Ombak pantai terus membasahi kaki Sisi yang sedari tadi dibiarkannya terendam bersama pasir putih di Pantai tak jauh dari tempat tinggalnya. Sudah hampir tiga jam dia duduk sendirian di atas kayu kecil bekas pohon yang tumbang. Tak dipedulikannya panas terik yang menyengati kepala dan tubuhnya, di fikirannya bingung yang teramat sangat.
"Ayah harap kamu bisa terima keputusan ayah. Ayah ingin kamu bahagia nak. Ayah sudah tak mampu menunggu terlalu lama. Kamu harus terima pinangan Tok Ismail sebagai istri keduanya. Dia juga berjanji akan menyekolahkanmu dan membiayai segala keperluanmu di kota nanti."
"Sisi tak mau ayah." Sisi terus menolak dan menangis histeris. Usia 17 tahun adalah usia yang terlalu muda untuk menikah, dia pun belum siap apalagi menjadi istri seorang pria yang sudah dianggapnya kakeknya sendiri.

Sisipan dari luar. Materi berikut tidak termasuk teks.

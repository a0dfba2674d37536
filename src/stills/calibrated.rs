//! Calibration factors applied to any still model, kind-independent.
//!
//! A [`CalibratedModel`] wraps a built model and changes only what the factors name:
//! * `distillate_factor` multiplies the collected share of every enclosure link (capped at
//!   1: no more than condenses can be collected). The condensate no longer collected **drips
//!   back** into the evaporating water node at the condensing surface's temperature, through
//!   the network's existing drip-back path, so the water and energy balances stay closed by
//!   the network's own booking; the leaked share is left as the kind set it.
//! * `cover_transmittance_factor` multiplies the sunlight that passes the cover: every
//!   node's sunlight source except the covers' own (the nodes that see the sky) is scaled
//!   after the kind's optics, and the difference is booked as reflected. The scale is capped
//!   so that the cover never passes more than it does not absorb.
//! * `base_loss_factor` multiplies every link booked as a base or edge loss
//!   ([`LossPath::Base`], [`LossPath::Edge`]) — fixed conductances (also when the kind resets
//!   them each hour), radiation exchange areas and temperature-dependent conductances —
//!   except a multi-effect stack's link to its heat `sink`, which is the stack's heat
//!   rejection, not a loss.
//! * `cover_emissivity` is not applied here: it replaces the cover material's emissivity
//!   when the kind builds its network (`stills::materials`), so every radiation link that
//!   involves the cover uses it.

use std::sync::Arc;

use super::{Basin, HourContext, KindDetails, RunTotals, StillModel, SunlightSplit};
use crate::climate::Plane;
use crate::design::CalibrationFactors;
use crate::network::{
    ConductanceModel, End, Inputs, LinkFlow, LinkId, LinkKind, LossPath, Network, NetworkError,
    NodeId, State,
};

/// A conductance model whose heat flow is scaled by a fixed factor.
#[derive(Debug)]
struct ScaledConductance {
    inner: Arc<dyn ConductanceModel>,
    factor: f64,
}

impl ConductanceModel for ScaledConductance {
    fn heat_flow(&self, t_a_k: f64, t_b_k: f64) -> LinkFlow {
        let f = self.inner.heat_flow(t_a_k, t_b_k);
        LinkFlow {
            q_w: f.q_w * self.factor,
            dq_dta_w_k: f.dq_dta_w_k * self.factor,
            dq_dtb_w_k: f.dq_dtb_w_k * self.factor,
        }
    }
}

/// A still model with calibration factors applied (see the module documentation).
#[derive(Debug)]
pub struct CalibratedModel {
    inner: Box<dyn StillModel>,
    net: Network,
    factors: CalibrationFactors,
    /// Whether each node is a cover (has a radiation link to the `sky` boundary).
    is_cover: Vec<bool>,
    /// Fixed-conductance base and edge links with their uncalibrated conductance [W K⁻¹].
    base_links: Vec<(LinkId, f64)>,
}

impl std::fmt::Debug for dyn StillModel {
    fn fmt(&self, f: &mut std::fmt::Formatter<'_>) -> std::fmt::Result {
        f.debug_struct("StillModel")
            .field("nodes", &self.network().nodes().len())
            .finish()
    }
}

/// The `distillate_factor` above which it has no effect on `net`: the collected share of
/// every enclosure link is capped at 1, so the factor acts up to 1 / (the smallest collected
/// share); infinite for a network without a collecting link.
pub fn distillate_factor_ceiling(net: &Network) -> f64 {
    let smallest = net
        .links()
        .iter()
        .filter_map(|l| match l.kind {
            LinkKind::Enclosure {
                collected_fraction, ..
            } if collected_fraction > 0.0 => Some(collected_fraction),
            _ => None,
        })
        .fold(f64::INFINITY, f64::min);
    if smallest.is_finite() {
        1.0 / smallest
    } else {
        f64::INFINITY
    }
}

fn scales_base(net: &Network, path: LossPath, a: End, b: End) -> bool {
    let to_sink = [a, b].iter().any(|e| match e {
        End::Boundary(id) => net
            .boundaries()
            .get(id.index())
            .is_some_and(|n| n == "sink"),
        End::Node(_) => false,
    });
    matches!(path, LossPath::Base | LossPath::Edge) && !to_sink
}

impl CalibratedModel {
    /// Wrap `inner` with `factors` (the emissivity is the builder's business, see the
    /// module documentation).
    pub fn new(inner: Box<dyn StillModel>, factors: CalibrationFactors) -> Self {
        let mut net = inner.network().clone();
        let sky = net.boundary_id("sky");
        let mut is_cover = vec![false; net.nodes().len()];
        let mut base_links = Vec::new();
        let f_base = factors.base_loss_factor;
        let scaled: Vec<bool> = net
            .links()
            .iter()
            .map(|l| scales_base(&net, l.path, l.a, l.b))
            .collect();
        // Edit through the network so its regrouped copy of the links follows.
        net.edit_links(|links| {
            for (i, link) in links.iter_mut().enumerate() {
                let (a, b, base) = (link.a, link.b, scaled[i]);
                match &mut link.kind {
                    LinkKind::Enclosure {
                        collected_fraction, ..
                    } => {
                        *collected_fraction =
                            (*collected_fraction * factors.distillate_factor).min(1.0);
                    }
                    LinkKind::Conductance { ua_w_k } if base => {
                        base_links.push((LinkId(i), *ua_w_k));
                        *ua_w_k *= f_base;
                    }
                    LinkKind::Radiation { exchange_area_m2 } => {
                        if base {
                            *exchange_area_m2 *= f_base;
                        }
                        if let (End::Node(n), Some(s)) = (a, sky)
                            && b == End::Boundary(s)
                            && let Some(c) = is_cover.get_mut(n.index())
                        {
                            *c = true;
                        }
                    }
                    LinkKind::Variable { model } if base => {
                        *model = Arc::new(ScaledConductance {
                            inner: model.clone(),
                            factor: f_base,
                        });
                    }
                    _ => {}
                }
            }
        });
        CalibratedModel {
            inner,
            net,
            factors,
            is_cover,
            base_links,
        }
    }

    /// The factors applied.
    pub fn factors(&self) -> CalibrationFactors {
        self.factors
    }
}

impl StillModel for CalibratedModel {
    fn network(&self) -> &Network {
        &self.net
    }
    fn planes(&self) -> Vec<(Plane, f64)> {
        self.inner.planes()
    }
    fn brine_node(&self) -> NodeId {
        self.inner.brine_node()
    }
    fn basin(&self) -> Option<Basin> {
        self.inner.basin()
    }
    fn water_nodes(&self) -> Vec<NodeId> {
        self.inner.water_nodes()
    }
    fn cover_node(&self) -> NodeId {
        self.inner.cover_node()
    }
    fn liner_node(&self) -> Option<NodeId> {
        self.inner.liner_node()
    }
    fn walls_node(&self) -> Option<NodeId> {
        self.inner.walls_node()
    }
    fn footprint_m2(&self) -> f64 {
        self.inner.footprint_m2()
    }
    fn aperture_m2(&self) -> f64 {
        self.inner.aperture_m2()
    }
    fn evaporating_m2(&self) -> f64 {
        self.inner.evaporating_m2()
    }
    fn set_brine_kg(&self) -> f64 {
        self.inner.set_brine_kg()
    }
    fn details(&self) -> KindDetails {
        self.inner.details()
    }
    fn run_details(&self, run: &RunTotals) -> KindDetails {
        self.inner.run_details(run)
    }
    fn initial_state(&self, t_k: f64, salinity_g_kg: f64) -> Result<State, NetworkError> {
        self.inner.initial_state(t_k, salinity_g_kg)
    }

    fn hour_inputs(
        &self,
        ctx: &HourContext<'_>,
        state: &State,
        inputs: &mut Inputs,
    ) -> Result<SunlightSplit, NetworkError> {
        // The kind may or may not reset its base conductances each hour: start from the
        // uncalibrated values so the factor applies exactly once.
        for &(id, ua) in &self.base_links {
            if let Some(c) = inputs.conductance_w_k.get_mut(id.index()) {
                *c = ua;
            }
        }
        let mut split = self.inner.hour_inputs(ctx, state, inputs)?;
        for &(id, _) in &self.base_links {
            if let Some(c) = inputs.conductance_w_k.get_mut(id.index()) {
                *c *= self.factors.base_loss_factor;
            }
        }
        let f = self.factors.cover_transmittance_factor;
        if f.to_bits() != 1f64.to_bits() {
            let passed: f64 = inputs
                .source_w
                .iter()
                .zip(&self.is_cover)
                .filter(|(_, c)| !**c)
                .map(|(q, _)| *q)
                .sum();
            let room = (split.incident_w - split.cover_w).max(0.0);
            let scale = if passed * f > room && passed > 0.0 {
                room / passed
            } else {
                f
            };
            for (q, c) in inputs.source_w.iter_mut().zip(&self.is_cover) {
                if !*c {
                    *q *= scale;
                }
            }
            split.entering_w *= scale;
            split.brine_w *= scale;
            split.liner_w *= scale;
            split.walls_w *= scale;
            split.lost_w =
                split.incident_w - split.cover_w - split.brine_w - split.liner_w - split.walls_w;
        }
        Ok(split)
    }
}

"Kamu mau ayah dipenjara nak? Kamu tak kasihan dengan ayah?" Pak Rozak memohon kepada anak gadis satu-satunya.
"Ayah jahat! Ayah yang berhutang kenapa sisi yang nanggung yah?"
"Dengarkan ayah nak. Ayah dah sakit-sakitan, ayah takut umur ayah tak panjang. Tolong bikin ayah tenang." Ayah Sisi menangis sesenggukan.

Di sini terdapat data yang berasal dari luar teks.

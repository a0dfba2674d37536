//! The weather a design's stills run on: the design's `[site]` turned into the climate
//! module's inputs, and the resulting hourly series grouped by month.

use crate::climate::file::{
    Column, ColumnMap, FileFormat, GapFill, PeriodConvention, WeatherFileSpec,
};
use crate::climate::{self, MonthlyMeans, SiteLocation, SunTable, WeatherSeries};
use crate::design::{self, Climate, DesignErrors, DesignIssue, LoadedDesign};
use crate::error::Error;

/// The site's weather, ready for every variant.
#[derive(Debug, Clone)]
pub struct SiteWeather {
    /// The hourly records (12 average days, or a weather file's records).
    pub series: WeatherSeries,
    /// True for 12 average days to be repeated until periodic; false for a weather file run
    /// once in order.
    pub average_days: bool,
    /// Whether the dew point comes from data (Berdahl–Martin sky) or not (Swinbank sky).
    pub dew_point_known: bool,
    /// Mean air temperature of each month [K], used as the ground temperature.
    pub month_mean_air_k: [f64; 12],
    /// Site pressure \[Pa\].
    pub pressure_pa: f64,
    /// Feed salinity [g kg⁻¹].
    pub feed_salinity_g_kg: f64,
}

fn bad_input(loaded: &LoadedDesign, message: String) -> Error {
    Error::Design(DesignErrors(vec![DesignIssue {
        file: loaded.source.clone(),
        line_col: None,
        path: "site.climate".to_owned(),
        message,
    }]))
}

/// The climate module's site record for a design's `[site]`.
pub fn site_location(site: &design::Site) -> SiteLocation {
    SiteLocation {
        latitude_deg: site.latitude_deg,
        longitude_deg: site.longitude_deg,
        elevation_m: site.elevation_m,
        utc_offset_h: site.utc_offset_h,
        albedo: site.albedo,
        horizon: site
            .horizon
            .iter()
            .map(|h| (h.azimuth_deg, h.elevation_deg))
            .collect(),
    }
}

/// Build the hourly weather of a loaded (validated) design.
///
/// Monthly climates give 12 average days (the climate module's average-day synthesis);
/// weather files are read with their columns as named in the design (default units, wind
/// at 10 m). A climate the climate module rejects is bad input (exit code 2).
pub fn site_weather(loaded: &LoadedDesign) -> Result<SiteWeather, Error> {
    let site = &loaded.design.site;
    let location = site_location(site);
    let (series, average_days, dew_point_known) = match &site.climate {
        Climate::Monthly(m) => {
            let table = SunTable::new(&location).map_err(|e| bad_input(loaded, e.to_string()))?;
            let humidity = match &m.humidity {
                design::Humidity::RelativePercent(rh) => climate::Humidity::RelativePercent(*rh),
                design::Humidity::DewPointC(dp) => climate::Humidity::DewPointC(*dp),
            };
            let means = MonthlyMeans {
                ghi_kwh_m2_day: m.ghi_kwh_m2_day,
                t_max_c: m.t_max_c,
                t_min_c: m.t_min_c,
                wind_m_s: m.wind_m_s,
                wind_height_m: m.wind_height_m,
                humidity,
                rain_mm: m.rain_mm,
            };
            let series = climate::average_days(&means, &location, &table)
                .map_err(|e| bad_input(loaded, e.to_string()))?;
            (series, true, !m.humidity_defaulted)
        }
        Climate::WeatherFile(w) => {
            let base = loaded
                .source
                .parent()
                .map(std::path::Path::to_path_buf)
                .unwrap_or_default();
            let mut columns = ColumnMap::default();
            if let Some(c) = &w.columns {
                columns.timestamp = c.timestamp.clone();
                columns.ghi = Column::named(&c.ghi_w_m2);
                columns.dhi = c.dhi_w_m2.as_deref().map(Column::named);
                columns.dni = c.dni_w_m2.as_deref().map(Column::named);
                columns.t_air = Column::named(&c.t_air_c);
                columns.wind = Some(Column::named(&c.wind_m_s));
                columns.relative_humidity = c.rh_percent.as_deref().map(Column::named);
            }
            let known = w.columns.as_ref().is_none_or(|c| c.rh_percent.is_some());
            let spec = WeatherFileSpec {
                path: base.join(&w.path),
                format: match w.format {
                    design::WeatherFormat::Csv => FileFormat::Csv,
                    design::WeatherFormat::Epw => FileFormat::Epw,
                },
                period: match w.period {
                    design::Period::Ending => PeriodConvention::Ending,
                    design::Period::Beginning => PeriodConvention::Beginning,
                    design::Period::Centred => PeriodConvention::Centred,
                },
                columns,
                gap_fill: match w.gap_fill {
                    design::GapFill::Stop => GapFill::Stop,
                    design::GapFill::Linear => GapFill::Linear {
                        max_gap_h: w.max_gap_h,
                    },
                },
                wind_height_m: 10.0,
            };
            let loaded_w = climate::load_weather_file(&spec, &location)
                .map_err(|e| bad_input(loaded, e.to_string()))?;
            (loaded_w.series, false, known)
        }
    };
    let mut sum = [0.0; 12];
    let mut n = [0u32; 12];
    for h in &series.hours {
        let m = (h.month.clamp(1, 12) - 1) as usize;
        sum[m] += h.t_air_k;
        n[m] += 1;
    }
    let mut month_mean_air_k = [0.0; 12];
    for m in 0..12 {
        if n[m] == 0 {
            return Err(bad_input(
                loaded,
                format!(
                    "the weather has no record in month {}; a simulation needs every month",
                    m + 1
                ),
            ));
        }
        month_mean_air_k[m] = sum[m] / f64::from(n[m]);
    }
    Ok(SiteWeather {
        series,
        average_days,
        dew_point_known,
        month_mean_air_k,
        pressure_pa: crate::physics::humid_air::pressure_at_elevation_pa(site.elevation_m),
        feed_salinity_g_kg: site.feed_salinity_g_kg,
    })
}
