impl StillModel for SingleSlopeStill {
    fn network(&self) -> &Network {
        &self.net
    }

    fn brine_node(&self) -> NodeId {
        self.brine
    }

    fn cover_node(&self) -> NodeId {
        self.cover
    }

    fn liner_node(&self) -> Option<NodeId> {
        Some(self.liner)
    }

    fn walls_node(&self) -> Option<NodeId> {
        self.walls
    }

    fn footprint_m2(&self) -> f64 {
        self.footprint_m2
    }

    fn aperture_m2(&self) -> f64 {
        self.cover_area_m2
    }

    fn basin(&self) -> Option<Basin> {
        Some(Basin {
            node: self.brine,
            area_m2: self.footprint_m2,
            set_kg: self.set_brine_kg,
        })
    }

    fn planes(&self) -> Vec<(Plane, f64)> {
        vec![(self.plane, self.cover_area_m2)]
    }

    fn evaporating_m2(&self) -> f64 {
        self.footprint_m2
    }

    fn set_brine_kg(&self) -> f64 {
        self.set_brine_kg
    }

    fn details(&self) -> KindDetails {
        self.details.clone()
    }

    fn hour_inputs(
        &self,
        ctx: &HourContext<'_>,
        state: &State,
        inputs: &mut Inputs,
    ) -> Result<SunlightSplit, NetworkError> {
        let h = ctx.weather;
        let net = &self.net;
        let t_air = h.t_air_k;
        let t_sky = sky_temperature_k(h, ctx.dew_point_known);
        inputs.set_boundary_k(net, self.air, t_air)?;
        inputs.set_boundary_k(net, self.sky, t_sky)?;
        inputs.set_boundary_k(net, self.ground, ctx.ground_k)?;
        let t_cover = state.temperature_k(self.cover).unwrap_or(t_air);
        let h_out = self.outside_coefficient_w_m2_k(h.wind_m_s, h.wind_height_m, t_air, t_cover);
        inputs.set_conductance_w_k(net, self.cover_to_air, h_out * self.cover_area_m2)?;
        let u_side = conduction_layers_u_w_m2_k(&self.side_layers, h_out).unwrap_or(0.0);
        for &(id, area) in &self.side_links {
            inputs.set_conductance_w_k(net, id, u_side * area)?;
        }
        // The depth split uses the brine actually in the basin, not the set depth.
        let mut optics = self.optics;
        if let (Some(m), Some(salt)) = (state.brine_kg(self.brine), state.salt_kg(self.brine)) {
            optics.depth_m = crate::operation::depth_mm(m, salt, self.footprint_m2) / 1000.0;
        }
        let split = optics.split(&ctx.poa[0], h.sun);
        inputs.set_source_w(net, self.cover, split.cover_w)?;
        inputs.set_source_w(net, self.brine, split.brine_w)?;
        inputs.set_source_w(net, self.liner, split.liner_w)?;
        if let Some(wn) = self.walls {
            inputs.set_source_w(net, wn, split.walls_w)?;
        }
        Ok(split)
    }
}
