/// Run a built model over the site's weather on its cover planes, its basin fed and flushed
/// as `operation` says.
///
/// The plane-of-array irradiance (Hay–Davies) of every record on every plane is computed
/// once before the run. One operator runs the whole year, so a controller's memory and the
/// brine carry over from month to month.
pub fn run_model_operated(
    model: &dyn StillModel,
    name: &str,
    kind: &str,
    weather: &SiteWeather,
    opts: &RunOptions,
    operation: &Operation,
) -> Result<VariantResult, Error> {
    let net = model.network();
    let mut operator = operator_for(model, operation);
    let poa = plane_irradiance_rows(model, weather);
    let hours = &weather.series.hours;
    let mut inputs = net
        .inputs(weather.month_mean_air_k[0])
        .map_err(|e| model_error(name, 1, None, e.to_string()))?;
    let mut months = Vec::with_capacity(12);
    let mut hourly = Vec::new();
    let mut run = RunTotals::default();
    let mut carried: Option<State> = None;
    if weather.average_days {
        for m in 1..=12u32 {
            let idx: Vec<usize> = (0..hours.len()).filter(|&i| hours[i].month == m).collect();
            let (Some(&a), Some(&b)) = (idx.first(), idx.last()) else {
                return Err(model_error(
                    name,
                    m,
                    None,
                    "no weather for the month".into(),
                ));
            };
            let recs = &hours[a..=b];
            let p = &poa[a..=b];
            let t0 = weather.month_mean_air_k[(m - 1) as usize];
            let mut state = match carried.take() {
                Some(s) => s,
                None => model
                    .initial_state(t0, weather.feed_salinity_g_kg)
                    .map_err(|e| model_error(name, m, None, e.to_string()))?,
            };
            // Days run so far this month with what the periodic test compares at their end.
            let mut history: Vec<(DayTotals, DayEnd)> = Vec::new();
            let mut done: Option<(usize, u32)> = None;
            for day in 1..=opts.max_days {
                let (totals, end) = run_day(
                    model,
                    name,
                    recs,
                    p,
                    weather,
                    state,
                    &mut inputs,
                    opts,
                    &mut operator,
                )?;
                let day_end: DayEnd = (
                    totals.distillate_kg,
                    end.temperatures_k().to_vec(),
                    basin_end(model, &end),
                );
                history.push((totals, day_end));
                // The cycle may span several days (a flush every few days, a basin that dries
                // out on alternate afternoons): the shortest period whose days repeat wins.
                if let Some(period) = cycle_period(&history, opts) {
                    done = Some((period, day));
                    carried = Some(end);
                    break;
                }
                state = end;
            }
            // No exact cycle: accept the mean of the last window when it has settled against
            // the window before it (threshold-triggered flushing is quasi-periodic).
            if done.is_none() {
                done = settled_window(&history, opts).map(|w| (w, opts.max_days));
            }
            let Some((period, days)) = done else {
                return Err(model_error(
                    name,
                    m,
                    None,
                    format!(
                        "the daily cycle did not repeat within {} days (periods up to {} days \
                         tried)",
                        opts.max_days, MAX_CYCLE_DAYS
                    ),
                ));
            };
            let cycle: Vec<DayTotals> = history
                .split_off(history.len() - period)
                .into_iter()
                .map(|(t, _)| t)
                .collect();
            let weight = f64::from(crate::design::DAYS_IN_MONTH[(m - 1) as usize]) / period as f64;
            for d in &cycle {
                run.add_day(d, weight);
            }
            let mut result = month_result(model, m, &cycle, days, period as u32);
            if let Some(last) = cycle.last() {
                // Hourly records: the cycle's last day (one day of records per month).
                hourly.extend(last.hours.iter().cloned());
                result.operation = last.operation.clone().or(result.operation);
            }
            months.push(result);
        }
    } else {
        let mut state = model
            .initial_state(weather.month_mean_air_k[0], weather.feed_salinity_g_kg)
            .map_err(|e| model_error(name, 1, None, e.to_string()))?;
        let mut per_month: Vec<Vec<DayTotals>> = vec![Vec::new(); 12];
        let mut start = 0;
        while start < hours.len() {
            let doy = hours[start].day_of_year;
            let mut end = start;
            while end < hours.len() && hours[end].day_of_year == doy {
                end += 1;
            }
            let (mut totals, next) = run_day(
                model,
                name,
                &hours[start..end],
                &poa[start..end],
                weather,
                state,
                &mut inputs,
                opts,
                &mut operator,
            )?;
            run.add_day(&totals, 1.0);
            hourly.append(&mut totals.hours);
            let m = (hours[start].month.clamp(1, 12) - 1) as usize;
            per_month[m].push(totals);
            state = next;
            start = end;
        }
        for (i, days) in per_month.iter().enumerate() {
            months.push(month_result(model, i as u32 + 1, days, 0, 0));
        }
    }
    finish(
        model,
        name,
        kind,
        months,
        opts.hourly.then_some(hourly),
        &run,
    )
}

Sisi hanya terdiam menunduk tak berdaya, berfikir apa tidak ada lagi pilihan lain untuknya. Apa harus dengan menikah dengan tok ismail? Kenapa tidak ada orang lain? Kenapa?? Hatinya berteriak tak adil pada takdir hidupnya.

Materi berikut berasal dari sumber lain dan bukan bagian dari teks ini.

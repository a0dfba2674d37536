//! The one solver: Newton's method on the node energy balances, implicit Euler in time.
//!
//! For node i with fixed capacity C_i and water mass m_i the residual is
//!
//! R_i = [C_i (T_i − T_i⁰) + m_i⁰ (h_f(T_i) − h_f(T_i⁰))]/Δt − G_i(T) − S_i
//!
//! where G_i is the heat the links bring in *relative to the node's own liquid enthalpy*
//! (G_i = F_i − h_f(T_i)·ṁ_net,i with F_i the full enthalpy inflow, F_i = Σq + Σṁ_in h_in −
//! Σṁ_out h_out). With m_i¹ = m_i⁰ + Δt·ṁ_net,i this is exactly the implicit-Euler form of
//! d(m h + C T)/dt = F, so energy is conserved to the Newton tolerance even while the
//! brine mass changes. With Δt = ∞ the first term vanishes and the same code gives the
//! steady state (masses held fixed).

use nalgebra::DMatrix;

use super::band::BandMatrix;

use super::build::{End, Network, NetworkError};
use super::state::{Inputs, State, TEMPERATURE_RANGE_K, dissolved_salinity, salinity};
use super::table::EnclosureLink;

/// Newton settings. Validated by [`Solver::new`].
#[derive(Debug, Clone, Copy, PartialEq)]
pub struct SolverSettings {
    /// Most Newton iterations per step.
    pub max_iterations: u32,
    /// Absolute residual tolerance per node [W].
    pub abs_tolerance_w: f64,
    /// Relative residual tolerance per node [-], times the sum of the magnitudes of the
    /// terms in that node's balance (so round-off never blocks convergence).
    pub rel_tolerance: f64,
    /// Largest temperature change per Newton iteration [K]; larger updates are scaled down
    /// (keeps Dunkle's 268.9 kPa − p_w term and the exponentials in range).
    pub max_newton_change_k: f64,
    /// Most halvings of the Newton update when the residual does not fall.
    pub max_halvings: u32,
}

impl Default for SolverSettings {
    /// 30 iterations; 1e−6 W + 1e−11 × the node's term sum; 10 K per iteration; 12 halvings.
    fn default() -> Self {
        SolverSettings {
            max_iterations: 30,
            abs_tolerance_w: 1e-6,
            rel_tolerance: 1e-11,
            max_newton_change_k: 10.0,
            max_halvings: 12,
        }
    }
}

impl SolverSettings {
    /// Check every setting is in range.
    pub fn validate(&self) -> Result<(), NetworkError> {
        let bad = |what, value, allowed| NetworkError::BadValue {
            item: "solver settings".to_owned(),
            what,
            value,
            allowed,
        };
        if !(1..=1000).contains(&self.max_iterations) {
            return Err(bad(
                "max_iterations",
                f64::from(self.max_iterations),
                "[1, 1000]",
            ));
        }
        if !(self.abs_tolerance_w.is_finite() && self.abs_tolerance_w > 0.0) {
            return Err(bad("abs_tolerance_w", self.abs_tolerance_w, "> 0 W"));
        }
        if !(self.rel_tolerance.is_finite() && (0.0..1e-2).contains(&self.rel_tolerance)) {
            return Err(bad("rel_tolerance", self.rel_tolerance, "[0, 0.01)"));
        }
        if !(self.max_newton_change_k.is_finite() && self.max_newton_change_k > 0.0) {
            return Err(bad(
                "max_newton_change_k",
                self.max_newton_change_k,
                "> 0 K",
            ));
        }
        if self.max_halvings > 60 {
            return Err(bad("max_halvings", f64::from(self.max_halvings), "[0, 60]"));
        }
        Ok(())
    }
}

"Ayah juga kasihan melihat kamu tak bisa menyelesaikan sekolah. Pesan emak kamu sebelum meninggal kamu harus menyelesaikan sekolah dan meneruskan cita-cita emak kamu sebagai guru ngaji. Apa kamu tak ingat nak?"
Pak Rozak menyesal telah salah meminjam uang saat istrinya sakit lima tahun yang lalu. Ternyata tok Ismail adalah seorang rentenir yang tak punya hati. Kekayaannya yang tak terhitung banyak di dapat dari uang-uang penduduk yang berkembang menjadi bunga. Sehingga belum sampai setahun hutang pak rozak sudah menjadi berpuluh-puluh juta.
Dia pun tak berdaya apabila anak buah tok ismail datang menagih hutang. Istrinyalah yang terus menutupi hutang-hutangnya yang tak terhitung. Di saat terlalu banyak beban fikiran, istrinya menjadi semakin sakit-sakitan dan akhirnya meninggal dunia. Penyesalan selalu datang di akhir. Namun dia sebagai suami tak bisa berbuat apa-apa.
Sisi bertambah histeris dan terduduk di lantai rumah yang hanya beralaskan tanah. Sakit badannya tak sesakit hatinya saat ini. Dia berlari ke pantai tempat kesukaannya menyendiri. Apa dia akan menerima saja lamaran tok ismail? Apa itu harus demi ayah?